* [WORK TO COMPLETE] In the entries below, find each line where the word "next" appears and give only the total count of such lines.

◇ ◇ ◇

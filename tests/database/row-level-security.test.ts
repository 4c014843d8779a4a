/**
 * The second wall between workshops, PostgreSQL's row-level security, attacked as the role that the program runs as:
 * without a workshop set, from another workshop, and by naming another workshop's rows. A new table with a
 * workshop_id is found in the catalogue and has to withstand the same.
 */
import { randomUUID } from 'node:crypto';
import { afterAll, beforeAll, describe, expect, it } from 'vitest';
import type { TestDatabase } from '../support/database.ts';
import { createTestDatabase } from '../support/database.ts';
import { workshopWithOneRowEach } from '../support/one-row-each.ts';
import type { RawBook } from '../support/raw-book.ts';
import { asRole, refusal } from '../support/raw-book.ts';

/** A sign-in session belongs to an account, and only names the workshop it is in at the moment. */
const NO_WALL = ['session'];
const BOOK = [
  'account',
  'lot',
  'lot_parent',
  'record',
  'entry',
  'holding',
  'job_holding',
  'period',
  'workshop_head',
];

let db: TestDatabase;
let ours: RawBook;
let theirs: RawBook;
let tables: string[];

beforeAll(async () => {
  db = await createTestDatabase();
  ours = await workshopWithOneRowEach(db);
  theirs = await workshopWithOneRowEach(db);
  const rows = await db.query(
    'owner',
    `SELECT c.relname AS name FROM pg_class c JOIN pg_attribute a ON a.attrelid = c.oid AND a.attname = 'workshop_id'
      WHERE c.relnamespace = 'public'::regnamespace AND c.relkind IN ('r', 'p') ORDER BY 1`,
  );
  tables = rows.map(({ name }) => String(name)).filter((name) => !NO_WALL.includes(name));
});
afterAll(() => db.drop());

/** How many rows of a workshop the program's role sees, with this workshop set (or none). */
async function seen(table: string, of: string, from: string | null): Promise<string> {
  const rows = await asRole(db, 'app', from, (sql) =>
    sql(`SELECT count(*)::text AS rows FROM ${table} WHERE workshop_id = $1`, [of]),
  );
  return `${table}: ${String(rows[0]?.['rows'])}`;
}

const none = (): string[] => tables.map((table) => `${table}: 0`);
const all = <T>(work: (table: string) => Promise<T>): Promise<T[]> =>
  tables.reduce<Promise<T[]>>(
    async (before, table) => [...(await before), await work(table)],
    Promise.resolve([]),
  );

describe('every table with a workshop', () => {
  it('has a row to look for, so that the next tests can fail', async () => {
    expect(tables).toEqual(expect.arrayContaining([...BOOK, 'document', 'invitation', 'price']));
    const rows = await all((table) => seen(table, ours.workshop_id, ours.workshop_id));
    expect(rows.filter((row) => row.endsWith(': 0'))).toEqual([]);
  });

  it('has its wall up, forced on the owner too', async () => {
    const open = await db.query(
      'owner',
      'SELECT relname FROM pg_class WHERE relname = ANY ($1) AND NOT (relrowsecurity AND relforcerowsecurity)',
      [tables],
    );
    expect(open).toEqual([]);
  });

  it('shows nothing where no workshop is set', async () => {
    expect(await all((table) => seen(table, ours.workshop_id, null))).toEqual(none());
  });

  it('shows nothing of another workshop', async () => {
    expect(await all((table) => seen(table, ours.workshop_id, theirs.workshop_id))).toEqual(none());
  });

  it('shows nothing to the owner of the tables either, but for the queue that serves all workshops and their list', async () => {
    const rows = await asRole(db, 'owner', theirs.workshop_id, (sql) =>
      all(async (table) => {
        const [row] = await sql(`SELECT count(*)::text AS rows FROM ${table} WHERE workshop_id = $1`, [
          ours.workshop_id,
        ]);
        return `${table}: ${String(row?.['rows'])}`;
      }),
    );
    expect(rows.filter((row) => !row.endsWith(': 0'))).toEqual(['background_job: 1', 'workshop: 1']);
  });

  it('takes no row for another workshop', async () => {
    const copy = (table: string) =>
      asRole(db, 'app', theirs.workshop_id, async (sql) => {
        const columns = await sql(
          `SELECT string_agg(CASE WHEN column_name = 'workshop_id' THEN quote_literal($1::text) || '::uuid' ELSE quote_ident(column_name) END, ', ' ORDER BY ordinal_position) AS list
            FROM information_schema.columns WHERE table_schema = 'public' AND table_name = $2`,
          [ours.workshop_id, table],
        );
        await sql(`INSERT INTO ${table} SELECT ${String(columns[0]?.['list'])} FROM ${table} LIMIT 1`);
      });
    // 42501 is both "no right to insert" and "new row violates row-level security policy".
    const states = await all(async (table) => `${table}: ${await refusal(copy(table))}`);
    expect(states).toEqual(tables.map((table) => `${table}: 42501`));
  });

  it('lets no row of another workshop be changed or removed', async () => {
    const changed = async (table: string, sql: string) => {
      const before = await seen(table, ours.workshop_id, ours.workshop_id);
      const state = await refusal(
        asRole(db, 'app', theirs.workshop_id, (run) => run(sql, [ours.workshop_id])),
      );
      const after = await seen(table, ours.workshop_id, ours.workshop_id);
      return { state, kept: before === after };
    };
    for (const table of tables) {
      const update = await changed(
        table,
        `UPDATE ${table} SET workshop_id = current_workshop() WHERE workshop_id = $1`,
      );
      expect([table, update]).toEqual([table, { state: '42501', kept: true }]);
      const remove = await changed(table, `DELETE FROM ${table} WHERE workshop_id = $1`);
      expect([table, remove.kept]).toEqual([table, true]);
    }
  });
});

describe('the book’s tables', () => {
  it.each(BOOK)(
    '%s: the program’s role may read, and neither insert, update, delete nor truncate',
    async (table) => {
      const right = (what: string) =>
        `has_table_privilege('${table}', '${what}') OR has_any_column_privilege('${table}', '${what}')`;
      const [rights] = await db.query(
        'app',
        `SELECT ${right('SELECT')} AS reads, ${right('INSERT')} AS inserts, ${right('UPDATE')} AS updates,
        has_table_privilege('${table}', 'DELETE') AS deletes, has_table_privilege('${table}', 'TRUNCATE') AS truncates`,
      );
      expect(rights).toEqual({
        reads: true,
        inserts: false,
        updates: false,
        deletes: false,
        truncates: false,
      });
    },
  );
});

describe('a posting', () => {
  it('can’t name another workshop’s account, lot or person', async () => {
    const entries = (account: string, lot: string) => [
      { account: theirs.safe, lot: theirs.lot, mass: { gross: -1n } },
      { account, lot, mass: { gross: 1n } },
    ];
    const states = [
      await refusal(theirs.post([theirs.voucher('transfer', entries(ours.safe, theirs.lot))])),
      await refusal(theirs.post([theirs.voucher('transfer', entries(theirs.bench, ours.lot))])),
      await refusal(theirs.post([{ ...theirs.act('test_recorded', {}), recorded_by: ours.keeper }])),
      await refusal(theirs.post([{ ...theirs.act('test_recorded', {}), approved_by: ours.keeper }])),
    ];
    for (const state of states) expect(state).toMatch(/^(23503|23502)/);
  });

  it('can’t change another workshop by an act that names its rows', async () => {
    const lot = () => ours.as('app', (sql) => sql('SELECT standing FROM lot WHERE id = $1', [ours.lot]));
    const before = await lot();
    await theirs.post([
      theirs.act('lot_held', { lot_id: ours.lot, reason: 'spite', until: null }),
      theirs.act('account_renamed', { account_id: ours.safe, name: 'Mine' }),
    ]);
    expect(await lot()).toEqual(before);
    const [safe] = await ours.as('app', (sql) => sql('SELECT name FROM account WHERE id = $1', [ours.safe]));
    expect(safe).toEqual({ name: 'Safe' });
  });

  it('leaves no workshop behind for the next on the same connection', async () => {
    const rows = await db.query(
      'app',
      `DO $$ BEGIN PERFORM set_config('grainward.workshop', '${ours.workshop_id}', true); END $$;`,
    );
    expect(rows).toEqual([]);
    const set = await asRole(db, 'app', ours.workshop_id, async (sql) => {
      await sql('COMMIT');
      return sql('SELECT current_workshop() AS workshop');
    });
    expect(set).toEqual([{ workshop: null }]);
  });
});

describe('the schema', () => {
  it('every foreign key between walled tables carries the workshop', async () => {
    const loose = await db.query(
      'owner',
      `SELECT k.conrelid::regclass::text || ' ' || k.conname AS key FROM pg_constraint k
        WHERE k.contype = 'f' AND k.conrelid::regclass::text = ANY ($1) AND k.confrelid::regclass::text = ANY ($1)
          AND NOT EXISTS (SELECT 1 FROM pg_attribute a WHERE a.attrelid = k.conrelid AND a.attnum = ANY (k.conkey) AND a.attname = 'workshop_id')`,
      [tables],
    );
    expect(loose).toEqual([]);
  });

  it('every unique key of a walled table carries the workshop, but for the hash of an invitation’s link', async () => {
    const loose = await db.query(
      'owner',
      `SELECT i.indexrelid::regclass::text AS key FROM pg_index i
        WHERE i.indisunique AND i.indrelid::regclass::text = ANY ($1)
          AND NOT EXISTS (SELECT 1 FROM pg_attribute a WHERE a.attrelid = i.indrelid AND a.attnum = ANY (i.indkey) AND a.attname = 'workshop_id')`,
      [tables],
    );
    expect(loose).toEqual([{ key: 'invitation_token_hash_key' }]);
  });

  it('every view runs with its reader’s rights', async () => {
    const views = await db.query(
      'owner',
      `SELECT relname FROM pg_class WHERE relkind IN ('v', 'm') AND relnamespace = 'public'::regnamespace
        AND NOT coalesce(array_to_string(reloptions, ',') LIKE '%security_invoker=true%', false)`,
    );
    expect(views).toEqual([]);
  });

  it('an unknown workshop set by hand shows nothing', async () => {
    const rows = await all((table) => seen(table, ours.workshop_id, randomUUID()));
    expect(rows).toEqual(none());
  });
});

◇ ◇ ◇

* [EXPECTED ANSWER] 2